**WHAT IS REQUIRED**
List each line of the data that holds the string "filesystem", please.

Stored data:

===

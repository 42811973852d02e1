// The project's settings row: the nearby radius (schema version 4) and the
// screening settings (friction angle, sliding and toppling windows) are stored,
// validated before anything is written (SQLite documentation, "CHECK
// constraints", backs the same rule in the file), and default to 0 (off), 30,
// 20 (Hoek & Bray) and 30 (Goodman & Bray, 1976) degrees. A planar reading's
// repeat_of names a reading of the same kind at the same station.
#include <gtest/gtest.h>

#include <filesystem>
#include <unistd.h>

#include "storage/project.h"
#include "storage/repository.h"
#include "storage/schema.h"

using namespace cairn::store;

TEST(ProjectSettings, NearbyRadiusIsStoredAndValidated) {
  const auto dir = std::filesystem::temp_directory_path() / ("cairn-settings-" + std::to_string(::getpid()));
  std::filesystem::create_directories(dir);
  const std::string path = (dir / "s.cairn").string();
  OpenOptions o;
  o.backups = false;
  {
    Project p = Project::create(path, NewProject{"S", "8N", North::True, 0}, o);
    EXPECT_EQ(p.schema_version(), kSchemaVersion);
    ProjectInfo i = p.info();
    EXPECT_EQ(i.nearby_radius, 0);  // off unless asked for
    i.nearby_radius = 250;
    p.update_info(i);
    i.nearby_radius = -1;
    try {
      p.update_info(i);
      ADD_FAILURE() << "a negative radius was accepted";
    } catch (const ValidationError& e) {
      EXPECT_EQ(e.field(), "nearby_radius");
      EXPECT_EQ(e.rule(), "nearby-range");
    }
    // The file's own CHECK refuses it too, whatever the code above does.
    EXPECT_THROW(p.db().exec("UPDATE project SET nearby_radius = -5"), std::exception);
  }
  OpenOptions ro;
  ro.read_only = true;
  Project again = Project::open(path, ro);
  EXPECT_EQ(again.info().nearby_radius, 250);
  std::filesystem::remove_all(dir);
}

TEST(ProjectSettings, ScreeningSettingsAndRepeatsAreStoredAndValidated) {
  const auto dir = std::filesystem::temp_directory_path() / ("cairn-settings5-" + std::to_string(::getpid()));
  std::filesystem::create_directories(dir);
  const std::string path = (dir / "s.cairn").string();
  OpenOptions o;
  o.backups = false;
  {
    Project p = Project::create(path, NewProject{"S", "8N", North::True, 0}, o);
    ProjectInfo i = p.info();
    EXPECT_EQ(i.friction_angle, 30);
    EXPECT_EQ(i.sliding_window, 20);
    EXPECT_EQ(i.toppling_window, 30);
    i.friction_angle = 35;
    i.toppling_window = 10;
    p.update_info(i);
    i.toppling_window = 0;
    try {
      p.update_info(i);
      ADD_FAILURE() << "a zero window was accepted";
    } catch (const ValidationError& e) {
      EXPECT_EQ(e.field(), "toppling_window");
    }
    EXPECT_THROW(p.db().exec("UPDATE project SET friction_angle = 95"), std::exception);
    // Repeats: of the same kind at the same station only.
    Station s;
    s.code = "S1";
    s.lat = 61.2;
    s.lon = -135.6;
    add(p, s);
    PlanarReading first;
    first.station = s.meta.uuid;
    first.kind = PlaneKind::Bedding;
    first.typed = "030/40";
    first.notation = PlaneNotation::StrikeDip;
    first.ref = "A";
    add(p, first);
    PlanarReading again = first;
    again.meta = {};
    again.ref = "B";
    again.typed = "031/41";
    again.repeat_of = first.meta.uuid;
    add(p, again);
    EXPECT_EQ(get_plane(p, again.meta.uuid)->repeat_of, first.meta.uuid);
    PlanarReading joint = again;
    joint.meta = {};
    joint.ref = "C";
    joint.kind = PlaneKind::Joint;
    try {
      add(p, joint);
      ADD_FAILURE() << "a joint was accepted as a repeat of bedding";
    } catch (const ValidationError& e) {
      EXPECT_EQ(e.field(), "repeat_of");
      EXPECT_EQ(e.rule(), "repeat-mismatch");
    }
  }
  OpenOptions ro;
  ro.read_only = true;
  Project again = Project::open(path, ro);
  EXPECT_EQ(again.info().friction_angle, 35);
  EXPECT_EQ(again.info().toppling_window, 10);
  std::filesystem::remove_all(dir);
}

===

**WORKED SOLUTION**
#include <filesystem>
  const auto dir = std::filesystem::temp_directory_path() / ("cairn-settings-" + std::to_string(::getpid()));
  std::filesystem::create_directories(dir);
  std::filesystem::remove_all(dir);
  const auto dir = std::filesystem::temp_directory_path() / ("cairn-settings5-" + std::to_string(::getpid()));
  std::filesystem::create_directories(dir);
  std::filesystem::remove_all(dir);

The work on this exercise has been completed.